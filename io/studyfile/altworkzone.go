package studyfile

import (
	"fmt"
	"sort"
	"strings"

	"example.org/tailback/ctm/measure"
	"example.org/tailback/network"
	"example.org/tailback/network/diagram"
	"example.org/tailback/network/unit"
)

// workZone takes a closure's capacity, discharge and free speed from the work zone's description, where the closure
// itself does not give them.
func (d *altDraft) workZone(closure, t *table, c *measure.LaneClosure) {
	link := &d.road.Links[c.Stretch[0].Link]
	for _, s := range c.Stretch[1:] { // the tightest link counts
		if l := &d.road.Links[s.Link]; l.Lanes < link.Lanes {
			link = l
		}
	}
	if c.Lanes >= link.Lanes {
		closure.fault("work_zone", "", "all lanes of link `%s` are closed: a work zone's capacity needs an open lane", link.Name)
		return
	}
	heavy := d.heavy(t)
	var e measure.Estimate
	switch method := t.text("method"); method {
	case "", "handbook":
		t.known("method barrier area lateral_distance light speed_limit normal_speed_limit ramps_per_km ramp_density alpha heavy_vehicles heavy_equivalent coefficients")
		w := d.handbook(t, c, link)
		w.Heavy = heavy
		e = w.Estimate()
	case "rule":
		t.known("method term base intensity ramp heavy_vehicles heavy_equivalent")
		r := d.rule(t, c, link)
		r.Heavy = heavy
		var err error
		if e, err = r.Estimate(); err != nil {
			t.fault("term", `use term = "short", or give capacity`, "%v", err)
		}
	default:
		t.fault("method", "", "unknown method `%s`: it is `handbook` (the default) or `rule`", method)
	}
	switch {
	case t.bad:
	case !(e.Capacity > 0):
		closure.fault("work_zone", "check its inputs and coefficients, or give `capacity`", "the method leaves no capacity")
	case e.FreeSpeed < 0:
		closure.fault("work_zone", "check its speed limits and coefficients", "the method gives a free speed below 0")
	}
	if closure.bad = closure.bad || t.bad; closure.bad {
		return
	}
	d.use(c, &e)
}

// use puts an estimate into a closure and notes which numbers it was.
func (d *altDraft) use(c *measure.LaneClosure, e *measure.Estimate) {
	given := []string{}
	if c.Capacity == 0 {
		c.Capacity = e.Capacity
		if c.Discharge == 0 {
			c.Discharge = e.Discharge
		}
	} else {
		given = append(given, "capacity")
	}
	if c.Speed == 0 || e.FreeSpeed > 0 && e.FreeSpeed < c.Speed {
		c.Speed = e.FreeSpeed
	}
	source := e.Source
	if len(given) > 0 {
		source = "capacity given in the study; free speed by the " + e.Source
	}
	if c.Source != "" {
		source = c.Source + "; " + source
	}
	c.Source = source
	where := d.road.Links[c.Stretch[0].Link].Name
	for _, note := range e.Notes {
		d.alt.Notes = append(d.alt.Notes, fmt.Sprintf("work zone on link `%s`, %s: %s", where, e.Source, note))
	}
}

// heavy reads the heavy vehicles of a work zone. Where classes carry passenger-car equivalents, flows are in passenger
// cars already.
func (d *altDraft) heavy(t *table) measure.HeavyVehicles {
	h := measure.HeavyVehicles{Share: t.quantity("heavy_vehicles", unit.Share, 0), Equivalent: t.number("heavy_equivalent", 0)}
	if h.Share > 1 {
		t.fault("heavy_vehicles", "", "a share of %g is above 1", h.Share)
	}
	if t.has("heavy_equivalent") && h.Equivalent < 1 {
		t.fault("heavy_equivalent", "", "an equivalent of %g is below 1 passenger car", h.Equivalent)
	}
	for _, class := range d.base.Demand.Classes {
		if h.Share > 0 && class.PCE != 1 {
			t.fault("heavy_vehicles", "leave it out", "class `%s` has a passenger-car equivalent of %g: its vehicles would count twice", class.Name, class.PCE)
			break
		}
	}
	return h
}

// handbook reads what the handbook method asks for.
func (d *altDraft) handbook(t *table, c *measure.LaneClosure, link *network.Link) *measure.WorkZone {
	w := &measure.WorkZone{
		Lanes: link.Lanes, Open: link.Lanes - c.Lanes,
		Hard: t.choice("barrier", "soft", "hard"), Rural: t.choice("area", "urban", "rural"), Night: t.choice("light", "day", "night"),
		Lateral: t.quantity("lateral_distance", unit.Length, 0),
		Limit:   t.quantity("speed_limit", unit.Speed, c.Speed), NormalLimit: t.quantity("normal_speed_limit", unit.Speed, 0),
		Alpha:    t.quantity("alpha", unit.Share, measure.DefaultAlpha),
		Capacity: diagram.Capacity(link.Diagram), FreeSpeed: link.Diagram.FreeSpeed(),
		Coef: measure.HandbookCoefficients(),
	}
	if w.Lateral > 12*unit.Foot*(1+1e-9) {
		t.fault("lateral_distance", "", "a lateral distance of %.4g m is outside the method: 0 to 12 ft (3.66 m)", w.Lateral)
	}
	if w.Alpha >= 1 {
		t.fault("alpha", "", "a drop of %g is not below 1", w.Alpha)
	}
	w.RampDensity = d.ramps(t, c)
	if coef := t.table("coefficients"); coef != nil {
		d.coefficients(coef, &w.Coef)
		t.bad = t.bad || coef.bad
	}
	return w
}

// choice reads one of two words, of which the first is the default; it reports whether it is the second.
func (t *table) choice(key, first, second string) bool {
	switch word := t.text(key); word {
	case "", first:
	case second:
		return true
	default:
		t.fault(key, "", "`%s` is `%s`: it must be `%s` or `%s`", key, word, first, second)
	}
	return false
}

// ramps reads the ramp density, in ramps per km (ramps_per_km) or per mile (ramp_density); by default it is counted on
// the network.
func (d *altDraft) ramps(t *table, c *measure.LaneClosure) float64 {
	switch {
	case t.has("ramps_per_km"):
		return t.positive("ramps_per_km") / unit.Kilometre
	case t.has("ramp_density"):
		return t.positive("ramp_density") / unit.Mile
	}
	s := &c.Stretch[len(c.Stretch)/2]
	middle := (s.From + min(s.To, d.road.Links[s.Link].Length)) / 2
	density := measure.RampDensity(d.road, s.Link, middle)
	d.alt.Notes = append(d.alt.Notes, fmt.Sprintf("work zone on link `%s`: %.2g ramps per km (%.2g per mile), counted on the network within 3 miles to either side",
		d.road.Links[s.Link].Name, density*unit.Kilometre, density*unit.Mile))
	return density
}

// positive reads a number that must not be negative.
func (t *table) positive(key string) float64 {
	x := t.number(key, 0)
	if !(x >= 0) {
		t.fault(key, "", "`%s` is %g: it must be 0 or more", key, x)
	}
	return x
}

// coefficients reads overrides of the handbook's coefficients, in its own units.
func (d *altDraft) coefficients(t *table, c *measure.Coefficients) {
	places := map[string]*float64{
		"base": &c.Base, "severity": &c.Severity, "barrier": &c.Barrier, "area": &c.Area, "lateral": &c.Lateral, "light": &c.Light,
		"speed_base": &c.SpeedBase, "speed_ratio": &c.SpeedRatio, "speed_limit": &c.SpeedLimit, "speed_severity": &c.SpeedSeverity,
		"speed_barrier": &c.SpeedBarrier, "speed_light": &c.SpeedLight, "speed_ramps": &c.SpeedRamps,
		"ratio_low": &c.RatioLow, "ratio_high": &c.RatioHigh,
	}
	var words, changed []string
	for key, place := range places {
		words = append(words, key)
		if t.has(key) {
			*place = t.number(key, *place)
			changed = append(changed, fmt.Sprintf("%s = %g", key, *place))
		}
	}
	sort.Strings(words)
	t.known(strings.Join(words, " "))
	if len(changed) > 0 {
		sort.Strings(changed)
		d.alt.Notes = append(d.alt.Notes, "work-zone coefficients changed in the study: "+strings.Join(changed, ", "))
	}
}

// rule reads what the rule of thumb asks for.
func (d *altDraft) rule(t *table, c *measure.LaneClosure, link *network.Link) *measure.RuleOfThumb {
	r := &measure.RuleOfThumb{
		Lanes: link.Lanes, Open: link.Lanes - c.Lanes, LongTerm: t.choice("term", "short", "long"),
		Base: t.quantity("base", unit.FlowPerLane, 0), Intensity: t.number("intensity", 0) * unit.VehPerHour,
		Ramp: t.number("ramp", 0) * unit.VehPerHour, Capacity: diagram.Capacity(link.Diagram),
	}
	if i := t.number("intensity", 0); i < -160 || i > 160 {
		t.fault("intensity", "", "an intensity of %g pc/h per lane is outside the rule: -160 to 160", i)
	}
	if x := t.number("ramp", 0); x < 0 || x > 160 {
		t.fault("ramp", "", "%g pc/h per lane for a ramp is outside the rule: 0 to 160", x)
	}
	return r
}
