// Package studyfile reads a study: the TOML study file, the GeoJSON network, the TOML demand and CSV counts. It
// reports every mistake of the whole set of files at once, each with file, line and key.
package studyfile

import (
	"crypto/sha256"
	"encoding/hex"
	"errors"
	"fmt"
	"io/fs"
	"math"
	"os"
	"path/filepath"
	"strings"

	"example.org/tailback/ctm"
	"example.org/tailback/ctm/observe"
	"example.org/tailback/ctm/study"
	"example.org/tailback/network"
	"example.org/tailback/network/unit"
)

// Study is everything that a set of files says.
type Study struct {
	File, Dir    string
	Title        string
	Reviewer     string // empty: results are preliminary
	Base         *ctm.Scenario
	Alternatives []Alternative
	Queued       observe.Criterion
	Inputs       []Input
	Warnings     []string
	Diagrams     []Diagram   // of the study file, in the order of their names
	Cost         *study.Cost // nil where the study gives none
}

// Input is a file that was read.
type Input struct{ Name, SHA256 string }

// draft is a study being read.
type draft struct {
	Study
	f        *faults
	doc      *document
	root     *table
	roadFile string
	linkLine []int
	nodeLine map[string]int
	network  *network.Network
	counts   map[string]*countTable
	turned   map[approach]bool // approaches whose turning fractions have been read
	instead  string            // a demand file in place of the study's, "" none
}

func (d *draft) warn(format string, args ...any) {
	d.Warnings = append(d.Warnings, fmt.Sprintf(format, args...))
}

// Read reads a study file, or study.toml in a folder. The error is Errors, or one of the file system for the study
// file itself.
func Read(path string) (*Study, error) { return readStudy(path, "") }

// ReadDay reads a study with another demand file (a path) in place of its own: that of a day of the week.
func ReadDay(path, demandFile string) (*Study, error) {
	full, err := filepath.Abs(demandFile)
	if err != nil {
		return nil, err
	}
	return readStudy(path, full)
}

// readStudy reads a study, with a demand file in place of its own where one is given.
func readStudy(path, demandFile string) (*Study, error) {
	if info, err := os.Stat(path); err == nil && info.IsDir() {
		path = filepath.Join(path, "study.toml")
	}
	d := &draft{f: &faults{}, counts: make(map[string]*countTable), turned: make(map[approach]bool), instead: demandFile}
	d.File, d.Dir = path, filepath.Dir(path)
	data, ok := d.load(path, 0, 0, path)
	if !ok {
		return nil, d.f.err()
	}
	if d.doc, ok = decode(path, data, d.f); !ok {
		return nil, d.f.err()
	}
	d.root = d.doc.root(d.f)
	d.read()
	if err := d.f.err(); err != nil {
		return nil, err
	}
	return &d.Study, nil
}

// load reads a file that another one names at a line, and remembers its checksum.
func (d *draft) load(path string, line, column int, from string) ([]byte, bool) {
	data, err := os.ReadFile(path)
	if err != nil {
		var e *fs.PathError
		text := err.Error()
		if errors.As(err, &e) {
			text = e.Err.Error()
		}
		d.f.add(from, line, column, fmt.Sprintf("cannot read `%s`: %s", path, text), "")
		return nil, false
	}
	sum := sha256.Sum256(data)
	name, err := filepath.Rel(d.Dir, path)
	if err != nil {
		name = path
	}
	d.Inputs = append(d.Inputs, Input{filepath.ToSlash(name), hex.EncodeToString(sum[:])})
	return data, true
}

// file is the path of a file that a key names, relative to the study.
func (d *draft) file(name string) string {
	if filepath.IsAbs(name) {
		return name
	}
	return filepath.Join(d.Dir, filepath.FromSlash(name))
}

// read reads the whole study. Later parts are read as far as earlier ones allow.
func (d *draft) read() {
	d.root.known("title reviewer network demand time queue diagram corridor junction signal meter outflow routing cost alternative class entry turning trips")
	d.Title, d.Reviewer = d.root.text("title"), d.root.text("reviewer")
	if d.Title == "" {
		d.warn("%s: the study has no `title`", d.File)
		d.Title = strings.TrimSuffix(filepath.Base(d.File), ".toml")
	}
	sc := &ctm.Scenario{Name: "base", Title: d.Title, Horizon: d.time()}
	d.Base = sc
	d.queue()
	d.diagrams()
	d.later(d.root, "signal", "meter", "routing")
	if name := d.root.text("network"); name == "" {
		if !d.root.has("network") {
			d.root.fault("", `add network = "network.geojson"`, "a study needs a `network`")
		}
	} else {
		line, column := d.doc.position("network")
		if data, ok := d.load(d.file(name), line, column, d.File); ok {
			d.network = d.readNetwork(d.file(name), data)
		}
	}
	sc.Network = d.network
	sc.Demand = d.demand()
	if d.network == nil || sc.Demand == nil {
		return
	}
	d.Cost = d.cost(sc.Demand.Classes)
	sc.Corridors = d.corridors()
	sc.Junctions = d.junctions()
	sc.Outflows = d.outflows()
	if len(d.f.list) > 0 {
		return
	}
	d.checkRoad(sc)
	if len(d.f.list) == 0 {
		d.alternatives()
	}
}

// later refuses keys of the contract that this version does not read yet.
func (d *draft) later(t *table, keys ...string) {
	for _, key := range keys {
		if t.has(key) {
			t.fault(key, "take it out to run the rest", "`%s` is not available in this version of tailback", key)
		}
	}
}

// time reads [time].
func (d *draft) time() ctm.Horizon {
	h := ctm.Horizon{Report: 300}
	t := d.root.table("time")
	if t == nil {
		d.root.fault("time", `add [time] with start = "05:00" and end = "22:00"`, "a study needs a [time] table")
		return h
	}
	t.known("start end cell step stretch_short_links report")
	for _, key := range []string{"start", "end"} {
		if !t.has(key) {
			t.fault("", "", "[time] needs `%s`, such as \"05:00\"", key)
		}
	}
	h.Start, h.End = t.clock("start", 0), t.clock("end", 86400)
	h.Cell, h.Step = t.quantity("cell", unit.Length, 0), t.quantity("step", unit.Duration, 0)
	h.Report = t.quantity("report", unit.Duration, 300)
	h.Stretch = t.truth("stretch_short_links")
	switch {
	case t.bad:
	case h.End <= h.Start:
		t.fault("end", "hours run past 24 for the following day: 05:00 of day 2 is \"29:00\"", "the period ends at %s, not after its start at %s", altClock(h.End), altClock(h.Start))
	case t.has("cell") && t.has("step"):
		t.fault("step", "keep the one that matters to you", "`cell` and `step` determine each other: give at most one of them")
	case t.has("cell") && !(h.Cell >= 0.1):
		t.fault("cell", "", "a cell of %g m is too short: at least 0.1 m", h.Cell)
	case t.has("step") && !(h.Step >= 0.001):
		t.fault("step", "", "a step of %g s is too short: at least 0.001 s", h.Step)
	case !(h.Report >= 1) || math.Abs(h.Report-math.Round(h.Report)) > 1e-9:
		t.fault("report", "", "a result row of %g s is not possible: whole seconds, at least 1", h.Report)
	case h.Report > h.End-h.Start:
		t.fault("report", "", "a result row of %g s is longer than the period of %g s", h.Report, h.End-h.Start)
	}
	return h
}

// queue reads [queue]: what counts as queued.
func (d *draft) queue() {
	t := d.root.table("queue")
	if t == nil {
		return
	}
	t.known("when")
	if !t.has("when") {
		return
	}
	text := t.text("when")
	c, err := ParseQueued(text)
	if err != nil && !t.bad {
		t.fault("when", "", "%v", err)
	}
	d.Queued = c
}

// ParseQueued reads what counts as queued: "density", a speed such as "50 km/h", or a share of the free speed such as
// "60 %".
func ParseQueued(text string) (observe.Criterion, error) {
	if text == "density" {
		return observe.Criterion{}, nil
	}
	if v, err := unit.Parse(unit.Speed, text); err == nil && v > 0 {
		return observe.Criterion{Kind: observe.SpeedBelow, Value: v}, nil
	}
	if s, err := unit.Parse(unit.Share, text); err == nil && s > 0 && s <= 1 {
		return observe.Criterion{Kind: observe.ShareBelow, Value: s}, nil
	}
	return observe.Criterion{}, fmt.Errorf("`%s` does not say what counts as queued: \"density\" (above critical), a speed such as \"50 km/h\", or a share of the free speed such as \"60 %%\"", text)
}

// checkRoad checks the network against the demand.
func (d *draft) checkRoad(sc *ctm.Scenario) {
	problems := append(sc.Demand.CheckTurns(sc.Network), sc.Network.CheckReach(sc.Demand.EntryLinks())...)
	for _, p := range problems {
		line := 0
		if p.Link >= 0 {
			line = d.linkLine[p.Link]
		}
		d.f.add(d.roadFile, line, 0, p.Text, p.Hint)
	}
}

// alternatives reads every [[alternative]].
func (d *draft) alternatives() {
	list := d.root.tables("alternative")
	tables := make([]map[string]any, len(list))
	for i := range list {
		tables[i] = list[i].keys
	}
	names := make([]string, len(d.Diagrams))
	for i := range d.Diagrams {
		names[i] = d.Diagrams[i].Name
	}
	d.Alternatives = alternatives(d.Base, tables, names, d.root.report, func(path, text, hint string) {
		line, _ := d.doc.position(path)
		if hint != "" {
			text += " (" + hint + ")"
		}
		d.warn("%s:%d: %s", d.File, line, text)
	})
}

************

Could you reproduce exactly the lines of the entries above, from the one with "d.Cost = d.cost(sc.Demand.Classes)" through the one with "case h.Report >", and nothing else?

▶ _ANSWER SECTION_:
	d.Cost = d.cost(sc.Demand.Classes)
	sc.Corridors = d.corridors()
	sc.Junctions = d.junctions()
	sc.Outflows = d.outflows()
	if len(d.f.list) > 0 {
		return
	}
	d.checkRoad(sc)
	if len(d.f.list) == 0 {
		d.alternatives()
	}
}

// later refuses keys of the contract that this version does not read yet.
func (d *draft) later(t *table, keys ...string) {
	for _, key := range keys {
		if t.has(key) {
			t.fault(key, "take it out to run the rest", "`%s` is not available in this version of tailback", key)
		}
	}
}

// time reads [time].
func (d *draft) time() ctm.Horizon {
	h := ctm.Horizon{Report: 300}
	t := d.root.table("time")
	if t == nil {
		d.root.fault("time", `add [time] with start = "05:00" and end = "22:00"`, "a study needs a [time] table")
		return h
	}
	t.known("start end cell step stretch_short_links report")
	for _, key := range []string{"start", "end"} {
		if !t.has(key) {
			t.fault("", "", "[time] needs `%s`, such as \"05:00\"", key)
		}
	}
	h.Start, h.End = t.clock("start", 0), t.clock("end", 86400)
	h.Cell, h.Step = t.quantity("cell", unit.Length, 0), t.quantity("step", unit.Duration, 0)
	h.Report = t.quantity("report", unit.Duration, 300)
	h.Stretch = t.truth("stretch_short_links")
	switch {
	case t.bad:
	case h.End <= h.Start:
		t.fault("end", "hours run past 24 for the following day: 05:00 of day 2 is \"29:00\"", "the period ends at %s, not after its start at %s", altClock(h.End), altClock(h.Start))
	case t.has("cell") && t.has("step"):
		t.fault("step", "keep the one that matters to you", "`cell` and `step` determine each other: give at most one of them")
	case t.has("cell") && !(h.Cell >= 0.1):
		t.fault("cell", "", "a cell of %g m is too short: at least 0.1 m", h.Cell)
	case t.has("step") && !(h.Step >= 0.001):
		t.fault("step", "", "a step of %g s is too short: at least 0.001 s", h.Step)
	case !(h.Report >= 1) || math.Abs(h.Report-math.Round(h.Report)) > 1e-9:
		t.fault("report", "", "a result row of %g s is not possible: whole seconds, at least 1", h.Report)
	case h.Report > h.End-h.Start:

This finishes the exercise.